El 23, como es sabido, el RR.PP. argentino "Gaby" Álvarez discutía con su secretario "Blas" Coelho (que conducía), accionó el freno de mano y terminaron matando a dos turistas argentinos que querían cruzar la ruta 10 de José Ignacio en su moto. Hoy, Coelho y Álvarez están presos en la cárcel de Las Rosas por homicidio culposo.
"El juicio más trancado de mi vida"
El 6 de noviembre de 1999 el entonces presidenciable colorado Jorge Batlle lanzaba su candidatura conjunta con el forista Luis Hierro a la vicepresidencia en Florida y con el pabellón nacional de fondo, como pidiendo el voto de todos los uruguayos. Un grupo de militantes había contratado un ómnibus con el aporte fundamental de la dirigente local Yolanda Bentancur y el veterano Pablo Millor. Al regreso a sus hogares, a la altura del puente de Paso Pache el ómnibus rompió un perno y cayó al vacío desde un puente. El accidente se cobró 19 vidas y 18 personas resultaron heridas. A ocho años de la tragedia, el caso todavía sigue en la Justicia.
Gulma Lucero iba junto a su marido, Fernando Busarello, sus dos hijos, Anetta de 10 años y Fernando de 9, y una amiguita de Anetta, Victoria Calero, de 11 años. También iba con ellos Sergio Marichal, amigo de Busarello. La niña Calero y Marichal fallecieron en el lugar. Lucero, una de las sobrevivientes, recuerda el momento fatal. "Pasó todo muy rápido... Yo iba despierta y recuerdo todo, desde que cayó la primera persona al vacío. Vi el impacto, recuerdo cuando se desprendió el ómnibus y cayó. Atiné a agarrar a la amiga de mi hija, que se quiso parar, cuando el ómnibus se dio contra la baranda. Con el otro brazo apoyé a mi hijo debajo del asiento", contó.
El pasamanos superior le quebró la clavícula y le quedó "incrustado", según ella, en el brazo derecho. Perdió gran parte del movimiento de ese miembro hasta el día de hoy. Los médicos evitaron la amputación del brazo. Le colocaron una prótesis en el hombro derecho, pero asegura que le quedó mal y debe volver a operarse.

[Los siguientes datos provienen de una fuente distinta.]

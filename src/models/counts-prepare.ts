/** The counts model as the pipeline sees it (see src/models/prepared.ts). */
import type { Settings } from '../config/types.js';
import { formatNumber } from '../data/area.js';
import type { CountsData } from '../data/counts.js';
import type { FileFingerprint } from '../data/types.js';
import { UserError } from '../errors.js';
import { normalQuantile } from '../diagnostics/normal-quantile.js';
import { PG_REAL_METHOD_NOTE } from '../sampler/polya-gamma-real.js';
import { exactCountsPosterior } from '../summaries/exact-counts.js';
import { checkCounts, countsModelChecks } from '../summaries/model-checks-counts.js';
import { countsQuantities } from './counts.js';
import type { PreparedFit, SiteInputs } from './prepared.js';

/**
 * Wilson (1927, "Probable inference, the law of succession, and statistical inference", JASA
 * 22(158), 209–212) score interval for a proportion p̂ from n trials at normal quantile z:
 *   (p̂ + z²/(2n) ± z √(p̂(1 − p̂)/n + z²/(4n²))) / (1 + z²/n).
 * Recommended for small n by Brown, Cai & DasGupta (2001, Statistical Science 16(2), 101–133);
 * unlike the Wald interval p̂ ± z·se it is not empty at 0 or n cases and stays inside [0, 1].
 * With a design effect, n is the effective sample size n/deff (Korn & Graubard 1998 — recalled).
 */
export function wilsonInterval(share: number, n: number, z: number): { lower: number; upper: number } {
  const z2n = (z * z) / n;
  const centre = (share + z2n / 2) / (1 + z2n);
  const half = (z / (1 + z2n)) * Math.sqrt((share * (1 - share)) / n + z2n / (4 * n));
  return { lower: Math.max(0, centre - half), upper: Math.min(1, centre + half) };
}

/**
 * The CV rule for shares: sd / min(p, 1 − p), the coefficient of variation of the share or of
 * its complement, whichever is smaller. The plain CV sd/p judges a share near 0 as hopeless and
 * one near 1 as excellent at the same sd, and gives opposite verdicts for the share of households
 * with a condition and the share without it; the rule here is symmetric in p ↔ 1 − p, equals
 * the plain CV for p ≤ ½, and keeps the configured thresholds (reliability.cv_caution,
 * cv_suppress) meaningful. (This project's rule; the problem with the plain CV near 0 and 1 is
 * the one the US NCHS data presentation standards for proportions address with interval-width
 * rules instead: Parker et al. 2017, Vital Health Stat 2(175) — thresholds not verified here.)
 * NaN when p is 0 or 1 (no sd relative to a zero share: the direct estimate at 0 or all cases).
 */
export function shareCv(estimate: number, sd: number): number {
  const smaller = Math.min(estimate, 1 - estimate);
  return smaller > 0 ? sd / smaller : Number.NaN;
}

function covariatesWithoutIntercept(data: CountsData): Float64Array {
  const k = data.p - 1;
  const out = new Float64Array(data.m * k);
  for (let i = 0; i < data.m; i++) for (let j = 0; j < k; j++) out[i * k + j] = data.X[i * data.p + j + 1];
  return out;
}

/**
 * Per-site survey figures: direct = y_i/n_i; direct_se = √(deff · p̂(1 − p̂)/n_i), the binomial
 * standard error (times the design effect) — the usual plug-in, 0 at 0 or all cases, which is
 * why the Wilson interval is reported beside it; n = trials (0: no sample, synthetic estimate).
 */
export function countsSiteInputs(data: CountsData, interval: number): SiteInputs {
  const { m } = data;
  const direct = new Float64Array(m).fill(Number.NaN);
  const directSe = new Float64Array(m).fill(Number.NaN);
  const lower = new Float64Array(m).fill(Number.NaN);
  const upper = new Float64Array(m).fill(Number.NaN);
  const z = normalQuantile(0.5 + interval / 2);
  for (let i = 0; i < m; i++) {
    if (!data.hasData[i]) continue;
    const n = data.trials[i];
    const share = data.cases[i] / n;
    direct[i] = share;
    directSe[i] = Math.sqrt((data.designEffect * share * (1 - share)) / n);
    const w = wilsonInterval(share, data.effectiveTrials[i], z);
    lower[i] = w.lower;
    upper[i] = w.upper;
  }
  return {
    m,
    siteIds: data.siteIds,
    labels: data.labels,
    n: Float64Array.from(data.trials),
    direct,
    directSe,
    sampled: data.hasData,
    covariates: covariatesWithoutIntercept(data),
    covariateNames: data.coefficientNames.slice(1),
    directInterval: { lower, upper, method: 'Wilson score interval' },
    cvOf: shareCv,
  };
}

/**
 * Posterior mean over draws of the weight on the site's own data, on the logit scale:
 *   w_i = ñ_i p_i(1 − p_i) σ_u² / (1 + ñ_i p_i(1 − p_i) σ_u²),
 * the area model's σ_u²/(σ_u² + ψ_i) with ψ_i = 1/(ñ_i p_i(1 − p_i)), the large-sample variance
 * of the empirical logit of a binomial share (delta method; the inverse Fisher information of
 * the logit, common practice), evaluated at each draw of p_i and σ_u. 0 for unsampled sites.
 */
export function countsWeights(data: CountsData, siteDraws: (site: number) => Float64Array, siteSdDraws: Float64Array): Float64Array {
  const weights = new Float64Array(data.m);
  for (let i = 0; i < data.m; i++) {
    if (!data.hasData[i]) continue;
    const p = siteDraws(i);
    const n = data.effectiveTrials[i];
    let sum = 0;
    for (let d = 0; d < p.length; d++) {
      const information = n * p[d] * (1 - p[d]) * siteSdDraws[d] * siteSdDraws[d];
      sum += information / (1 + information);
    }
    weights[i] = sum / p.length;
  }
  return weights;
}

/**
 * How the direct figures were formed from the counts, for the appendix (shown where the area
 * model states its ψ_i). The interval, CV rule and sampler have their own notes below.
 */
export function countsNote(data: CountsData, interval: number): string {
  const deff = data.designEffect;
  const percent = `${formatNumber(100 * interval)}%`;
  const parts = [
    `Cases y_i (column "${data.casesColumn}") out of trials n_i (column "${data.trialsColumn}"), binomial with a logit link.`,
    deff === 1
      ? 'No design effect: the counts are used as simple random samples within each site.'
      : `Design effect ${formatNumber(deff)}: the likelihood uses the effective counts y_i/${formatNumber(deff)} and n_i/${formatNumber(deff)} ` +
        '(effective sample size, Korn & Graubard 1998), and the direct standard error is multiplied by its square root.',
    `Direct estimate: the share y_i/n_i; its standard error the binomial √(p̂(1 − p̂)/n_i)${deff === 1 ? '' : ' × √deff'}, ` +
      `which is 0 at 0 or all cases, so the ${percent} interval of a direct share is the Wilson score interval instead.`,
  ];
  return parts.join(' ');
}

/** The direct interval in words (summary.json model.direct_interval). */
export function countsDirectIntervalNote(data: CountsData): string {
  return data.designEffect === 1
    ? 'Wilson score interval (Wilson 1927): stays inside [0, 1] and is not empty at 0 or all cases'
    : `Wilson score interval (Wilson 1927) with the effective sample size n_i/${formatNumber(data.designEffect)}: ` +
        'stays inside [0, 1] and is not empty at 0 or all cases';
}

/** The CV rule of shares in words (summary.json model.cv_rule); see `shareCv`. */
export const COUNTS_CV_RULE =
  'sd / min(p, 1 − p): the sd over the smaller of the share and its complement, so that a share near 0 and one ' +
  'near 1 are judged alike (this project\'s rule; the plain sd/p is huge near 0 and tiny near 1)';

/** The sampler in words (summary.json model.method_note). */
export const COUNTS_METHOD_NOTE =
  'Pólya–Gamma augmentation (Polson, Scott & Windle 2013) turns each site into a Gaussian observation of the logit; ' +
  `σ_u is then drawn with β and the logits integrated out. ${PG_REAL_METHOD_NOTE}`;

/** Largest number of sites for which an intercept-only fit gets the exact certificate (seconds of quadrature). */
const EXACT_MAX_SITES = 40;

/** Exact posterior means of an intercept-only counts model (β₀, σ_u, every p_i) by quadrature. */
export function countsExactMeans(settings: Settings, data: CountsData): Map<string, number> {
  let exact: ReturnType<typeof exactCountsPosterior>;
  try {
    exact = exactCountsPosterior({
      cases: data.effectiveCases,
      trials: data.effectiveTrials,
      coefficients: settings.model.priors.coefficients,
      siteSd: settings.model.priors.site_sd,
    });
  } catch (error) {
    if (!(error instanceof RangeError)) throw error;
    throw new UserError('data', `exact posterior not available: ${error.message}`);
  }
  const means = new Map<string, number>();
  means.set('coef:intercept', exact.intercept.mean);
  means.set('site_sd', exact.siteSd.mean);
  data.siteIds.forEach((id, i) => means.set(`site:${id}`, exact.sites[i].mean));
  return means;
}

export function prepareCounts(settings: Settings, data: CountsData, files: FileFingerprint[]): PreparedFit {
  return {
    kind: 'counts',
    spec: {
      kind: 'counts',
      data,
      coefficients: settings.model.priors.coefficients,
      siteSd: settings.model.priors.site_sd,
      method: settings.sampling.method,
    },
    quantities: countsQuantities(data),
    coefficientNames: data.coefficientNames,
    sites: countsSiteInputs(data, settings.interval),
    files,
    varianceNote: countsNote(data, settings.interval),
    directIntervalNote: countsDirectIntervalNote(data),
    cvRule: COUNTS_CV_RULE,
    methodNote: COUNTS_METHOD_NOTE,
    weightDirect: (pooled) => countsWeights(data, (i) => pooled(`site:${data.siteIds[i]}`), pooled('site_sd')),
    exactMeans: data.p === 1 && data.m <= EXACT_MAX_SITES ? () => countsExactMeans(settings, data) : undefined,
    modelChecks: (pooled, estimates, rng) => {
      // Replicates use the counts the likelihood uses: the effective counts, rounded (see checkCounts).
      const { cases, trials } = checkCounts(data.effectiveCases, data.effectiveTrials, data.hasData);
      const direct = Float64Array.from(data.trials, (n, i) => (data.hasData[i] ? data.cases[i] / n : Number.NaN));
      return countsModelChecks(
        { siteIds: data.siteIds, cases, trials, direct, X: data.X, p: data.p },
        (i) => pooled(`site:${data.siteIds[i]}`),
        data.coefficientNames.map((name) => pooled(`coef:${name}`)),
        pooled('site_sd'),
        estimates,
        rng,
      );
    },
  };
}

"Ni bien salí busqué a mis hijos pero no los encontré. Me pusieron en una ambulancia y me llevaron en pleno estado de shock y desesperación". En iguales condiciones estaban los demás sobrevivientes. A Lucero la llevaron a Canelones, de ahí al Hospital de Clínicas y finalmente a la Asociación Española. recién ahí se enteró que sus hijos estaban bien, aunque internados, y su marido había muerto.
Su hijo Fernando, que perdió masa encefálica, todavía no acepta la muerte de su padre. Ni él ni su hermana quieren hablar de la tragedia. "Anetta perdió a su amiga Victoria. Yo todavía tengo sentimientos de culpa, porque los padres nos la dejaron llevar con nosotros, nos hicimos responsables por ella", dice entre llantos Lucero, quien está indignada porque, dice, el Partido Colorado nunca cumplió las promesas de ayuda. Ella sigue reclamando una pensión, dado que debió quedar al frente de la familia.
El abogado Enrique Sagardoy, quien asumió la defensa de familiares de 11 de las 19 víctimas mortales, dice que éste es "el juicio más trancado" de su vida. Hubo una audiencia preliminar pero finalmente el juez decidió esperar a que se acumule el expediente de las demandas que inició Sagardoy con la de otra abogada que representa a otros familiares. Sagardoy demandó al Banco de Seguros del Estado, al Partido Colorado y al Ministerio de Transporte y Obras Públicas por omisión de controles y fallas en la cabecera del puente. La causa civil está en suspenso, mientras la penal determinó el procesamiento del chofer del bus.
Sagardoy es optimista. Aunque todavía, a ocho años del accidente, no se le han tomado declaraciones a ningún testigo de lo ocurrido.